Department of Anesthesiology (Hei Long Jiang Province Key Lab of Research on Anesthesiology and Critical Care Medicine), and the Second Affiliated Hospital, Harbin Medical University, Harbin, China.
J Heart Lung Transplant. 2013 Aug;32(8):823-31. doi: 10.1016/j.healun.2013.05.005. Epub 2013 Jun 6.

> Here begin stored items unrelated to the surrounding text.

describe('inversion report on a known answer', () => {
  it('tabulates the depth to 1500 m/s: 10.0 m where resolved, and says why elsewhere', async () => {
    const { lines, flow } = await render(knownInversionInput());
    // v = 500 + 100·depth reaches 1500 m/s at depth 10 m exactly (linear gradient; iso-depth interpolates linearly).
    for (const [station, x] of [['G1', 0], ['G2', 5], ['G3', 10], ['G5', 20], ['G7', 30]] as const) {
      expect(lines, String(station)).toContain(`${station} ${x.toFixed(2)} 20.00 10.0 10.0`);
    }
    expect(lines).toContain('G4 15.00 20.00 not resolved: too little ray coverage —'); // nodes 8–12 m deep at x 14–16 m carry no ray
    expect(lines).toContain('G6 25.00 20.00 not resolved: below the DOI —'); // DOI 5 m deep there
    expect(lines).toContain('G8 35.00 20.00 not resolved: no ray reaches here —'); // DOI null at x 34–36 m
    expect(lines).toContain('G9 40.00 20.00 not reached above the DOI —'); // 800 m/s throughout
    expect(flow).toContain('At 5 of 9 stations the 1500 m/s surface lies 10.0 m to 10.0 m below ground');
  }, 60_000);

  it('greys exactly the nodes below the coverage threshold in the section raster', async () => {
    const { path, pages } = await render(knownInversionInput());
    const page = pages.findIndex((p) => p.includes('Velocity section from the inversion')) + 1;
    const [first] = extractImages(path, page, join(dir, 'known-section'));
    const img = readPpm(first);
    expect([img.width, img.height]).toEqual([KNOWN_GRID.nx, KNOWN_GRID.nz]);
    let grey = 0;
    for (let iz = 0; iz < img.height; iz++) {
      for (let ix = 0; ix < img.width; ix++) {
        const p = 3 * (iz * img.width + ix);
        const inBlock = ix >= UNCOVERED_BLOCK.ix[0] && ix <= UNCOVERED_BLOCK.ix[1] && iz >= UNCOVERED_BLOCK.iz[0] && iz <= UNCOVERED_BLOCK.iz[1];
        const isGrey = neutral(img.rgb[p], img.rgb[p + 1], img.rgb[p + 2]);
        expect(isGrey, `node ${ix}, ${iz}`).toBe(inBlock);
        if (isGrey) grey++;
      }
    }
    expect(grey).toBe(15); // 3 columns × 5 rows
  }, 60_000);

  it('colours the section on the project scale when the report carries one (issue 17 item 6), and says so', async () => {
    // Stops of the product's velocity scale (shared/colour/velocity-scale.ts), interpolated here on their own
    // so the check does not run through the report's colour code.
    const stops: [number, number[]][] = [[0, [246, 231, 200]], [0.3, [223, 232, 201]], [0.6, [181, 214, 214]], [1, [127, 169, 201]]];
    const expected = (v: number) => {
      const t = Math.min(1, Math.max(0, (v - 300) / (3300 - 300)));
      const k = stops.findIndex(([at]) => at >= t);
      if (k <= 0) return stops[0][1];
      const [t0, c0] = stops[k - 1], [t1, c1] = stops[k];
      return c0.map((c, i) => c + ((c1[i] - c) * (t - t0)) / (t1 - t0));
    };
    const input = { ...knownInversionInput(), velocityColours: { min: 300, max: 3300 } };
    const { path, pages, flow } = await render(input);
    expect(flow).toContain('Colours give the velocity on one scale from 300 to 3300 m/s, the project\'s scale');
    expect(flow).toContain('velocities in the covered nodes: 500 to 2500 m/s');
    expect(flow, 'no number printed with a floating-point tail (a one-step convergence axis once read 0.6000000000000001)').not.toMatch(/\d\.\d{7,}/);
    const page = pages.findIndex((p) => p.includes('Velocity section from the inversion')) + 1;
    const img = readPpm(extractImages(path, page, join(dir, 'project-scale'))[0]);
    const velocity = input.inversion.velocity as number[];
    let checked = 0;
    for (let i = 0; i < velocity.length; i++) {
      const px = [img.rgb[3 * i], img.rgb[3 * i + 1], img.rgb[3 * i + 2]];
      if (neutral(px[0], px[1], px[2])) continue; // greyed: no coverage
      expected(velocity[i]).forEach((c, k) => expect(Math.abs(px[k] - c), `node ${i}`).toBeLessThanOrEqual(1));
      checked++;
    }
    expect(checked).toBeGreaterThan(velocity.length / 2);
  }, 60_000);

  it('adds the depth-to-rock table in map coordinates when the stations carry them (issue 19 item 3)', async () => {
    const base = knownInversionInput();
    const input = { ...base, crs: 'EPSG:32633 WGS 84 / UTM zone 33N', stations: base.stations.map((st) => ({ ...st, easting: 500000 + st.x, northing: 5000000 })) };
    const { lines, flow } = await render(input);
    expect(flow).toContain('in map coordinates (EPSG:32633 WGS 84 / UTM zone 33N)');
    expect(lines).toContain('G1 500000.00 5000000.00 20.00 10.0 10.0'); // as the chainage table: 10 m at G1
    expect(lines).toContain('G4 500015.00 5000000.00 20.00 — —'); // not resolved there
    const plain = await render(knownInversionInput());
    expect(plain.flow).not.toContain('in map coordinates');
  }, 60_000);

  it('moves the mask with the threshold given: 6 m of ray greys every node (5 m each), 0 none', async () => {
    for (const [threshold, share] of [[6, 1], [0, 0]] as const) {
      const input = { ...knownInversionInput(), coverageThreshold: threshold };
      const { path, pages, flow } = await render(input);
      const page = pages.findIndex((p) => p.includes('Velocity section from the inversion')) + 1;
      const img = readPpm(extractImages(path, page, join(dir, `threshold-${threshold}`))[0]);
      let grey = 0;
      for (let i = 0; i < img.rgb.length; i += 3) if (neutral(img.rgb[i], img.rgb[i + 1], img.rgb[i + 2])) grey++;
      expect(grey / (img.width * img.height)).toBe(share);
      expect(flow).toContain(`nodes crossed by less than ${threshold} m of ray in total`);
    }
  }, 60_000);

  it('draws the DOI line (purple, dashed) when rays reach, and says there is none when none do', async () => {
    const purple = (r: number, g: number, b: number) => Math.abs(r - 107) < 30 && Math.abs(g - 45) < 30 && Math.abs(b - 92) < 30;
    const count = async (input: InversionReportInput, name: string) => {
      const { path, pages, flow } = await render(input);
      const page = pages.findIndex((p) => p.includes('Velocity section from the inversion')) + 1;
      const img = readPpm(renderPage(path, page, join(dir, name), 'ppm', 100));
      let n = 0;
      for (let i = 0; i < img.rgb.length; i += 3) if (purple(img.rgb[i], img.rgb[i + 1], img.rgb[i + 2])) n++;
      return { n, flow, words: normalisedLines(pages[page - 1]) };
    };
    const withDoi = await count(knownInversionInput(), 'doi');
    expect(withDoi.n).toBeGreaterThan(100);
    expect(withDoi.words.some((l) => /\bDOI\b/.test(l) && !l.startsWith('Figure'))).toBe(true); // the label in the figure
    const none = await count(knownInversionInput({ doi: new Array(KNOWN_GRID.nx).fill(null) }), 'no-doi');
    expect(none.n).toBe(0);
    expect(none.flow).toContain('No ray reaches below the surface: there is no depth of investigation.');
  }, 60_000);

  it('numbers the sections without a checkerboard test, and cautions become section 7', async () => {
    const { lines, flow } = await render(knownInversionInput());
    for (const h of ['1 Velocity section from the inversion', '2 Depth to the 1500 m/s surface', '3 Boreholes and ties', '4 Convergence', '5 Misfit of the final model', '6 Method statement and settings', '7 Limitations and cautions']) expect(lines, h).toContain(h);
    expect(flow).not.toContain('checkerboard test with');
    expect(flow).toContain('Checkerboard test not run');
    expect(flow).toContain('section 7, Limitations and cautions');
  }, 60_000);

  it('names a saved starting model and a fixed smoothing weight', async () => {
    const base = knownInversionInput({
      start: { kind: 'model', modelName: 'KA-1 layered', modelVersion: 4 },
      settings: { ...knownInversionInput().inversion.settings, smoothing: 12.5 },
    });
    const { flow, pages } = await render(base);
    expect(flow).toContain('Starting model saved model "KA-1 layered", version 4');
    expect(flow).toContain('Smoothing weight fixed by the user at 12.5');
    expect(normalisedLines(pages[0]).join(' ')).toContain('starting model: model version 4.');
  }, 60_000);

  it('says when the checkerboard correlation could not be computed, never NaN', async () => {
    const base = smallInversionReportInput();
    const input = { ...base, inversion: { ...base.inversion, checkerboard: { ...base.inversion.checkerboard!, correlation: null } } };
    const { flow } = await render(input);
    expect(flow).toContain('could not be computed: the recovered pattern is flat');
    expect(flow).not.toMatch(/NaN|undefined|Infinity/);
  }, 60_000);
});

Hypoxia-reoxygenation of cultured macrovascular endothelial cells is used to study ischemia-reperfusion (IR)-related cellular and molecular changes; however, these models do not accurately depict events in pulmonary microvascular endothelial cells (PMVECs) during conventional lung retrieval and transplantation. We used rat PMVECs in a new non-hypoxic cell-based lung transplantation model to assess these events.

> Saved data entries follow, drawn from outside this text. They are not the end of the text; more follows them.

// describe reads the items of a peak description "(q, J = 7.1 Hz, 2H)".
func (p *journal) describe(pk *Peak, from, to int) error {
	lastJ := false
	jPos, jTok := -1, ""
	brOnly := false    // the multiplicity so far is a bare "br"
	lastLabel := false // the previous item was an assignment note
	lastMult := false  // the previous item was a split multiplicity
	var labels []string
	for _, it := range splitPeakItems(p.in, from, to) {
		text := it.text
		if text == "" {
			lastJ = false
			continue
		}
		if v, ok := jLabelled(text); ok {
			js, err := p.jValues(v, it.pos+len(text)-len(v))
			if err != nil {
				return err
			}
			if jPos < 0 {
				jPos, jTok = it.pos, text
			}
			pk.J = append(pk.J, js...)
			if len(pk.J) > MaxJValues {
				return p.errAt(it.pos, text, "j", "more than 12 J values")
			}
			lastJ = true
			continue
		}
		afterMult := lastMult
		lastMult = false
		if (lastJ || afterMult || strings.Contains(strings.ToLower(text), "hz")) && isJList(text) {
			// "J = 8.0, 2.1 Hz" continued, or "8.0 Hz" (or a bare number
			// after a split multiplicity: "dd, 8.0, 2.1 Hz") without "J =".
			js, err := p.jValues(text, it.pos)
			if err != nil {
				return err
			}
			if jPos < 0 {
				jPos, jTok = it.pos, text
			}
			pk.J = append(pk.J, js...)
			if len(pk.J) > MaxJValues {
				return p.errAt(it.pos, text, "j", "more than 12 J values")
			}
			lastJ = true
			continue
		}
		lastJ = false
		afterLabel := lastLabel
		lastLabel = false
		if p.nuc == C13 {
			done, err := p.carbonItem(pk, it, afterLabel)
			if err != nil {
				return err
			}
			if done {
				continue
			}
		}
		if !afterLabel && !isIntegral(text) && isJList(text) {
			// Numbers that are neither J nor an integral ("(s, 3)"): most
			// likely an integral without its H. (After a note they continue
			// it: "H-2,6".)
			return p.errAt(it.pos, text, "integral", "expected an integral such as 2H")
		}
		if numberAt(text, 0) {
			_, tok, end, ok := scanNumber(text, 0)
			switch {
			case !ok:
				return p.errAt(it.pos, tok, "integral", "malformed number")
			case isIntegral(text):
				v, _, _, _ := scanNumber(text, 0)
				switch {
				case v < 0:
					return p.errAt(it.pos, text, "integral", "negative integral")
				case v == 0:
					return p.errAt(it.pos, text, "integral", "integral must be positive")
				case pk.Integral != 0:
					return p.errAt(it.pos, text, "integral", "second integral for one peak")
				}
				pk.Integral = v
			case end == len(text) && afterLabel:
				// "H-2,6": the number continues the assignment note.
				labels = append(labels, text)
				lastLabel = true
			case end == len(text):
				return p.errAt(it.pos, text, "integral", "expected an integral such as 2H")
			default:
				// An assignment note such as "2 × CH3" or "6-ArH".
				labels = append(labels, text)
				lastLabel = true
			}
			continue
		}
		if m, ok := parseMultiplicity(text); ok {
			switch {
			case !pk.Multiplicity.IsReported():
				pk.Multiplicity = m
				brOnly = isBareBroad(text)
				lastMult = !m.IsSinglet()
			case brOnly:
				// "(br, s)": the broad flag came first.
				pk.Multiplicity, brOnly = m.WithBroad(true).WithApparent(m.Apparent() || pk.Multiplicity.Apparent()), false
			case isBareBroad(text) && !pk.Multiplicity.Broad():
				// "(s, br)"
				pk.Multiplicity = pk.Multiplicity.WithBroad(true)
			default:
				return p.errAt(it.pos, text, "multiplicity", "second multiplicity for one peak")
			}
			continue
		}
		if !pk.Multiplicity.IsReported() && looksLikeCode(text) {
			return p.errAt(it.pos, text, "multiplicity", "unknown multiplicity")
		}
		labels = append(labels, text)
		lastLabel = true
	}
	pk.Label = strings.Join(labels, ", ")
	if len(pk.J) > 0 && pk.Multiplicity.IsSinglet() {
		return p.errAt(jPos, jTok, "j", "J given for a singlet")
	}
	return nil
}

To simulate cold storage, rat PMVECs were preserved in 95% O2-5% CO2 at 4°C for 6 hours in low-potassium dextran solution. Dishes were warmed for 1 hour to room temperature for simulating implantation. Medium was added at 37°C in 50% O2-5% CO2-45% N2 to simulate reperfusion. Additional PMVECs were transfected with siRNA targeting mitogen-activated protein kinases (MAPKs) and then subjected to simulated IR.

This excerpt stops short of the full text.